# South Bend, IN - 2.5 yd Western Tornado spreader



## Ajlawn1 (Aug 20, 2009)

Putting up one of my 2.5 yd Tornados for sale. Comes with a extra backup brand new controller. Complete unit. It's just sitting... $3500.


----------



## FredG (Oct 15, 2012)

Ajlawn1 said:


> Putting up one of my 2.5 yd Tornados for sale. Comes with a extra backup brand new controller. Complete unit. It's just sitting... $3500.
> 
> View attachment 200572
> 
> ...


 Good luck with used sales this season. I spent a bunch of time with people on a loader for sale.

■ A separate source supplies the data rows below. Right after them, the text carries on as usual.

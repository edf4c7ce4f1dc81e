/* parse.h — the parse driver shared by the scanner (grammar/recipe.l), the
 * parser (grammar/recipe.y) and the rest of the front end.  Private.
 *
 * One front_parser reads one registered source file into an ast_file.  The
 * scanner and parser keep no state of their own outside this struct (the
 * scanner is reentrant, the parser pure).
 *
 * Ownership: front_parse returns an ast_file the caller frees (ast_file_free);
 * it is returned even when there were syntax errors (ast_file.errors > 0), with
 * the statements that could be read.
 */
#ifndef CAIRN_FRONT_PARSE_H
#define CAIRN_FRONT_PARSE_H

#include "cairn/diag.h"
#include "front/ast.h"

#include <stddef.h>
#include <stdint.h>

/* A token the lexer wrapper has queued (an injected `}` and newline). */
typedef struct front_tok {
  int kind;
  diag_span loc;
  int flag;
} front_tok;

typedef struct front_parser {
  diag_ctx *d;
  int32_t file;
  const char *text;   /* the registered source (NUL-terminated) */
  size_t len;
  void *scanner;      /* the flex scanner (yyscan_t) */
  ast_file *out;

  /* scanner state */
  uint32_t off;       /* byte offset of the next character to scan */
  uint32_t last_end;  /* end of the last token returned */
  int paren;          /* parenthesis depth on this line */
  int prev_operand;   /* the last token ends an operand (number, name, `)`, unit) */
  int eof_nl;         /* a final newline has been supplied at end of file */
  int last_kind;      /* kind of the last token (0: none yet) */

  /* lexer wrapper state (block structure, see front_lex) */
  int line_start;     /* the next token starts a line */
  int in_block;       /* inside `{ ... }` */
  int block_noopen;   /* ... of a block whose `{` was missing (already reported) */
  int block_kw;       /* token kind of the statement that opens (or opened) a block */
  diag_span block_kw_span, block_open;
  int line_has_open;  /* a `{` was seen on the current line */
  front_tok queue[4];
  int nqueue, qhead;

  /* error bookkeeping: at most one syntax error per line */
  int last_error_line;
} front_parser;

/* Parse registered file `file`. */
ast_file *front_parse(diag_ctx *d, int32_t file);

/* All tokens of registered file `file` as the parser would see them (through
 * the block-keeping wrapper), up to `max`; returns how many there were (which
 * may exceed max).  The last token is the end of file (kind 0).  For tests. */
int front_tokens(diag_ctx *d, int32_t file, front_tok *out, int max);

/* Called by the scanner. */
void front_comment(front_parser *p, diag_span s);
/* A malformed number (`1.2.3`, `2deg`). */
void front_bad_number(front_parser *p, diag_span s, const char *text, size_t len);
/* Report a lexical error at s (skipped when the line already has an error). */
void front_lex_error(front_parser *p, diag_span s, const char *help, const char *fmt, ...)
    __attribute__((format(printf, 4, 5)));
/* Called by the parser: a syntax error at `at` with the unexpected token's
 * name and the names of the tokens that were expected. */
void front_syntax_error(front_parser *p, diag_span at, const char *unexpected, int nexpected,
                        const char *const *expected);
/* The parser gave up (its stack is exhausted). */
void front_parse_failure(front_parser *p, diag_span at, const char *msg);
/* Token kind of a keyword, or 0 (then the word is a name). */
int front_keyword(const char *s, size_t len);

#endif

None have bought from anybody yet and without a loader.


----------



## Philbilly2 (Aug 25, 2007)

Will it fit a 1/2 ton dodge? :laugh:

@JMHConstruction


----------



## cwren2472 (Aug 15, 2014)

Philbilly2 said:


> Will it fit a 1/2 ton dodge? :laugh:
> 
> @JMHConstruction


Only if you add airbags from a chevy


----------



## JMHConstruction (Aug 22, 2011)

Philbilly2 said:


> Will it fit a 1/2 ton dodge? :laugh:
> 
> @JMHConstruction


Have one, thanks


----------



## Domg0228 (Mar 3, 2020)

Ajlawn1 said:


> Putting up one of my 2.5 yd Tornados for sale. Comes with a extra backup brand new controller. Complete unit. It's just sitting... $3500.
> 
> View attachment 200572
> 
> ...


I would like to offer $2000 for it. 
[email protected]


----------



## Ajlawn1 (Aug 20, 2009)

Domg0228 said:


> I would like to offer $2000 for it.
> [email protected]


Sorry nothings ready to be repoed or turned off quite yet...


----------



## FredG (Oct 15, 2012)

Ajlawn1 said:


> Sorry nothings ready to be repoed or turned off quite yet...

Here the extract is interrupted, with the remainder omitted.